# Pokemon red map-editing on android phone or tablet



## pokemanager (Jun 5, 2014)

Hi,

i just wanted to show you some pics of a little project that i am currently working on.
It´s a map editor for the gb-version of pokemon red.
You can use this app to edit the mapdata of the pokemon red rom directly on your android device.

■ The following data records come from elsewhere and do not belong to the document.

# ----------------------------------------------------------------------------- writing
CSV_FIELDS = ("source", "index", "name", "x", "y", "z", "quantity", "unit", "reference", "ours", "difference",
              "relative_difference", "difference_of_scale", "allowed_difference", "location",
              "distance_outside", "within")


#: Columns of comparison.csv whose values are lengths (their header carries the case's length unit).
CSV_LENGTH_FIELDS = ("x", "y", "z", "distance_outside")


def comparison_header(length_unit: str) -> list[str]:
    """comparison.csv's header: lengths as ``x [mm]`` (the inputs' form); the value columns
    (reference, ours, difference, allowed_difference) mix quantities, so each row states its own
    ``unit``; the relative columns are fractions."""
    return [f"{f} [{length_unit}]" if f in CSV_LENGTH_FIELDS else f for f in CSV_FIELDS]


def comparison_csv(doc: dict, length_unit: str) -> str:
    """``comparison.csv``: one row per scalar and per (point, quantity) of every reference file."""
    buf = io.StringIO()
    w = csv.writer(buf, lineterminator="\n")
    w.writerow(comparison_header(length_unit))

    def cell(v):
        if v is None:
            return ""
        if isinstance(v, float):
            return repr(v)
        return v

    for s in doc["scalars"]:
        w.writerow([cell(v) for v in ("scalar", "", s["name"], "", "", "", s["quantity"], s["unit"], s["reference"],
                                      s["ours"], s["difference"], s["relative_difference"], s["relative_difference"],
                                      s["allowed_difference"], s["status"], s["distance_outside"],
                                      s["verdict"] == "agree")])
    for st in doc["sets"]:
        for r in st["rows"]:
            w.writerow([cell(r[k]) for k in CSV_FIELDS])
    return buf.getvalue()


def _plot_lines(res: Result, doc: dict, out_dir: Path) -> list[str]:
    """One chart per case line with reference points on it: both solutions against distance."""
    return _styled(_plot_lines_impl)(res, doc, out_dir)


def _styled(fn):
    from ..plotting import styled

    return styled(fn)
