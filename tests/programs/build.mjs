// Builds the RV32I test programs in this folder with Debian's cross toolchain
// (package gcc-riscv64-unknown-elf) into tests/.tmp/programs/NAME.elf. Tests import
// `buildPrograms`; on the command line, `node tests/programs/build.mjs [name...]` builds all
// programs or the named ones and prints the paths.
//
// Every program is linked with link.ld (image at 0x00010000, _start first) as a static,
// freestanding RV32I executable without the C library. C programs get crt.S and lib.c and link
// libgcc for the software multiply/divide routines. A program is rebuilt only when a source,
// the linker script, this script or the command line changed; the ELF is written under a
// temporary name and renamed, so test files building at the same time never see half a file.
//
// Deliberately not here: running the programs (the tests do that under qemu-riscv32 and our
// interpreter) and any expected results (each test states what it expects and why).
import { execFileSync } from 'node:child_process';
import { existsSync, mkdirSync, readFileSync, renameSync, statSync, writeFileSync } from 'node:fs';
import { dirname, join, resolve } from 'node:path';
import { fileURLToPath } from 'node:url';

const here = dirname(fileURLToPath(import.meta.url));
export const PROGRAMS_SOURCE_DIR = here;
export const DEFAULT_OUTPUT_DIR = resolve(here, '..', '.tmp', 'programs');
export const GCC = 'riscv64-unknown-elf-gcc';

/** Flags every program is compiled and linked with. */
export const COMMON_FLAGS = [
  '-march=rv32i',
  '-mabi=ilp32',
  '-nostdlib',
  '-static',
  '-ffreestanding',
  '-O1',
  '-Wl,--no-relax',
  // Keep gcc from turning our own memset/memcpy loops into calls to themselves.
  '-fno-tree-loop-distribute-patterns',
  '-Wall',
  '-Wextra',
  '-Werror',
];

const C_RUNTIME = ['crt.S', 'lib.c'];

/**
 * The programs. `kind` says how they end: 'exit' through the exit system call, 'ebreak' through
 * EBREAK (qemu then dies from SIGTRAP).
 */
export const PROGRAMS = [
  { name: 'selfcheck', sources: ['selfcheck.S'], defines: {}, kind: 'exit', description: 'instruction-by-instruction check of all RV32I instructions but EBREAK' },
  { name: 'syscalls', sources: ['syscalls.S'], defines: {}, kind: 'exit', description: 'write to stdout/stderr/closed fd, exit code truncation' },
  { name: 'ebreak', sources: ['ebreak.S'], defines: {}, kind: 'ebreak', description: 'prints a line, then stops with EBREAK' },
  { name: 'debugdemo', sources: ['debugdemo.S'], defines: {}, kind: 'exit', description: 'a call, a store, a write and exit(15), for the debugger tests' },
  { name: 'crc_sieve', sources: [...C_RUNTIME, 'crc_sieve.c'], defines: {}, kind: 'exit', description: 'CRC-32 check value and prime sieve (C)' },
  { name: 'arith', sources: [...C_RUNTIME, 'arith.c'], defines: {}, kind: 'exit', description: 'software multiply/divide through libgcc (C)' },
  { name: 'sort', sources: [...C_RUNTIME, 'sort.c'], defines: {}, kind: 'exit', description: 'signed/unsigned 8/16/32-bit sorting, recursion (C)' },
  { name: 'bench', sources: [...C_RUNTIME, 'bench.c'], defines: {}, kind: 'exit', description: 'long mixed workload, over ten million instructions (C)' },
  { name: 'bench_short', sources: [...C_RUNTIME, 'bench.c'], defines: { BENCH_ROUNDS: 1 }, kind: 'exit', description: 'one round of the benchmark workload (C)' },
];

function commandFor(program, outputPath) {
  const isC = program.sources.some((s) => s.endsWith('.c'));
  const defines = Object.entries(program.defines).map(([key, value]) => `-D${key}=${value}`);
  return [
    ...COMMON_FLAGS,
    ...defines,
    '-T',
    join(here, 'link.ld'),
    '-I',
    here,
    ...program.sources.map((s) => join(here, s)),
    ...(isC ? ['-lgcc'] : []),
    '-o',
    outputPath,
  ];
}

function newestInputTime(program) {
  const inputs = [...program.sources, 'link.ld', 'lib.h', 'build.mjs'].map((f) => join(here, f));
  return Math.max(...inputs.filter((f) => existsSync(f)).map((f) => statSync(f).mtimeMs));
}

/**
 * Builds the named programs (all by default) and returns [{ name, elfPath, kind, description }].
 * Throws an Error carrying the compiler's messages when a build fails.
 */
export function buildPrograms(options = {}) {
  const outputDir = options.outputDir ?? DEFAULT_OUTPUT_DIR;
  const wanted = options.names ?? PROGRAMS.map((p) => p.name);
  mkdirSync(outputDir, { recursive: true });
  const built = [];
  for (const name of wanted) {
    const program = PROGRAMS.find((p) => p.name === name);
    if (!program) throw new Error(`unknown test program "${name}"; known: ${PROGRAMS.map((p) => p.name).join(', ')}`);
    const elfPath = join(outputDir, `${name}.elf`);
    const stampPath = join(outputDir, `${name}.cmd`);
    const stamp = JSON.stringify(commandFor(program, elfPath));
    const upToDate =
      existsSync(elfPath) &&
      existsSync(stampPath) &&
      readFileSync(stampPath, 'utf8') === stamp &&
      statSync(elfPath).mtimeMs >= newestInputTime(program);
    if (!upToDate) {
      const temporaryPath = `${elfPath}.${process.pid}.${Date.now()}.tmp`;
      try {
        execFileSync(GCC, commandFor(program, temporaryPath), { stdio: ['ignore', 'pipe', 'pipe'], encoding: 'utf8' });
      } catch (error) {
        const messages = `${error.stdout ?? ''}${error.stderr ?? ''}`.trim();
        throw new Error(`building test program ${name} with ${GCC} failed:\n${messages || error.message}`);
      }
      // Read back: an ELF that does not start with the magic bytes means the toolchain misbehaved.
      const head = readFileSync(temporaryPath).subarray(0, 4);
      if (head.length !== 4 || head[0] !== 0x7f || head[1] !== 0x45 || head[2] !== 0x4c || head[3] !== 0x46) {
        throw new Error(`building test program ${name}: ${temporaryPath} is not an ELF file`);
      }
      renameSync(temporaryPath, elfPath);
      const stampTemporary = `${stampPath}.${process.pid}.tmp`;
      writeFileSync(stampTemporary, stamp);
      renameSync(stampTemporary, stampPath);
    }
    built.push({ name, elfPath, kind: program.kind, description: program.description });
  }
  return built;
}

if (process.argv[1] && resolve(process.argv[1]) === fileURLToPath(import.meta.url)) {
  try {
    const names = process.argv.slice(2);
    for (const program of buildPrograms(names.length ? { names } : {})) console.log(program.elfPath);
  } catch (error) {
    console.error(error.message);
    process.exit(1);
  }
}
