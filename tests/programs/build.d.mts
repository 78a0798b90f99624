// Types for build.mjs, so TypeScript tests can import it.
export interface TestProgram {
  name: string;
  sources: string[];
  defines: Record<string, string | number>;
  kind: 'exit' | 'ebreak';
  description: string;
}
export interface BuiltProgram {
  name: string;
  elfPath: string;
  kind: 'exit' | 'ebreak';
  description: string;
}
export const PROGRAMS_SOURCE_DIR: string;
export const DEFAULT_OUTPUT_DIR: string;
export const GCC: string;
export const COMMON_FLAGS: string[];
export const PROGRAMS: TestProgram[];
export function buildPrograms(options?: { outputDir?: string; names?: string[] }): BuiltProgram[];
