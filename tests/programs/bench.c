/* Long-running mixed workload for speed measurements and long lock-step runs. Each round runs a
   table CRC-32 over 2 KiB, a byte sieve to 4096, a 12x12 integer matrix product (software
   multiply via libgcc) and a shell sort of 256 words, and folds every result into a checksum.
   BENCH_ROUNDS (compile with -DBENCH_ROUNDS=n) sets the amount of work: the default runs well
   over ten million instructions, BENCH_ROUNDS=1 is a short version for tests.
   Prints the checksum; exit code 0. */
#include "lib.h"

#ifndef BENCH_ROUNDS
#define BENCH_ROUNDS 40
#endif

#define MATRIX 12
#define SORT_WORDS 256

static uint32_t crc_table[256];
static uint8_t data[2048];
static uint8_t composite[4096];
static int32_t ma[MATRIX][MATRIX], mb[MATRIX][MATRIX], mc[MATRIX][MATRIX];
static uint32_t sort_buffer[SORT_WORDS];

static uint32_t state = 0x9E3779B9u;
static uint32_t next_random(void) {
  state ^= state << 13;
  state ^= state >> 17;
  state ^= state << 5;
  return state;
}

static uint32_t crc32(const uint8_t *p, uint32_t n) {
  uint32_t crc = 0xFFFFFFFFu;
  while (n--) crc = crc_table[(crc ^ *p++) & 0xFF] ^ (crc >> 8);
  return ~crc;
}

static uint32_t sieve(void) {
  uint32_t count = 0;
  memset(composite, 0, sizeof composite);
  for (uint32_t n = 2; n < sizeof composite; n++) {
    if (composite[n]) continue;
    count += n;
    for (uint32_t m = n + n; m < sizeof composite; m += n) composite[m] = 1;
  }
  return count;
}

static uint32_t matrix(void) {
  for (int i = 0; i < MATRIX; i++)
    for (int j = 0; j < MATRIX; j++) {
      ma[i][j] = (int32_t)(next_random() % 2001u) - 1000;
      mb[i][j] = (int32_t)(next_random() % 2001u) - 1000;
    }
  uint32_t trace = 0;
  for (int i = 0; i < MATRIX; i++)
    for (int j = 0; j < MATRIX; j++) {
      int32_t sum = 0;
      for (int k = 0; k < MATRIX; k++) sum += ma[i][k] * mb[k][j];
      mc[i][j] = sum;
      trace = trace * 31u + (uint32_t)sum;
    }
  return trace;
}

static uint32_t shell_sort(void) {
  for (int i = 0; i < SORT_WORDS; i++) sort_buffer[i] = next_random();
  for (int gap = SORT_WORDS / 2; gap > 0; gap /= 2)
    for (int i = gap; i < SORT_WORDS; i++) {
      uint32_t v = sort_buffer[i];
      int j = i;
      while (j >= gap && sort_buffer[j - gap] > v) {
        sort_buffer[j] = sort_buffer[j - gap];
        j -= gap;
      }
      sort_buffer[j] = v;
    }
  uint32_t folded = 0;
  for (int i = 0; i < SORT_WORDS; i++) folded = (folded << 3 | folded >> 29) ^ sort_buffer[i];
  return folded;
}

int main(void) {
  for (uint32_t n = 0; n < 256; n++) {
    uint32_t c = n;
    for (int bit = 0; bit < 8; bit++) c = (c & 1) ? 0xEDB88320u ^ (c >> 1) : c >> 1;
    crc_table[n] = c;
  }
  uint32_t checksum = 0;
  for (int round = 0; round < BENCH_ROUNDS; round++) {
    for (uint32_t i = 0; i < sizeof data; i++) data[i] = (uint8_t)next_random();
    checksum = (checksum << 1 | checksum >> 31) ^ crc32(data, sizeof data);
    checksum = (checksum << 1 | checksum >> 31) ^ sieve();
    checksum = (checksum << 1 | checksum >> 31) ^ matrix();
    checksum = (checksum << 1 | checksum >> 31) ^ shell_sort();
  }
  report_dec("rounds", BENCH_ROUNDS);
  report_hex("checksum", checksum);
  return 0;
}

Currently it has the following features implemented:

Loading/Saving of rom
Displaying of the tileset used by the map
Selection of map to edit
Editing of the maps blockdata
Here are some screenshots:


Spoiler




















 
What do you think about the idea of rom hacking on the go on an android device?


----------



## Lycan911 (Jun 5, 2014)

I really like the idea, and I'll definitely use it, if you add a zoom option, because my screen is freaking small :/

Keep up the good work


----------



## Knoxyt (Aug 14, 2017)

pokemanager said:


> Hi, Pls give me a download link i want it!
> 
> i just wanted to show you some pics of a little project that i am currently working on.
> It´s a map editor for the gb-version of pokemon red.
> ...


----------



## Sliter (Aug 14, 2017)

this is very nice, making the computer each time more useless xD
I know that the possibilities of GB/c pokemon hacking are very big in general, I want to mess with this someday...
Well map editing is really a nice start let's see how much will more come after this XD


----------



## pandavova (Aug 14, 2017)

fricken necrobumps...


----------



## SANIC (Aug 14, 2017)

pandavova said:


> fricken microbumps...


*Necrobumps

--------------------- MERGED ---------------------------



Sliter said:


> this is very nice, making the computer each time more useless xD
> I know that the possibilities of GB/c pokemon hacking are very big in general, I want to mess with this someday...
> Well map editing is really a nice start let's see how much will more come after this XD


This thread has been dead for three, almost four years


----------



## pandavova (Aug 14, 2017)

SANIC said:


> *Necrobumps


soorrrry


----------



## 8BitWonder (Aug 14, 2017)

Sorry, couldn't help myself.


----------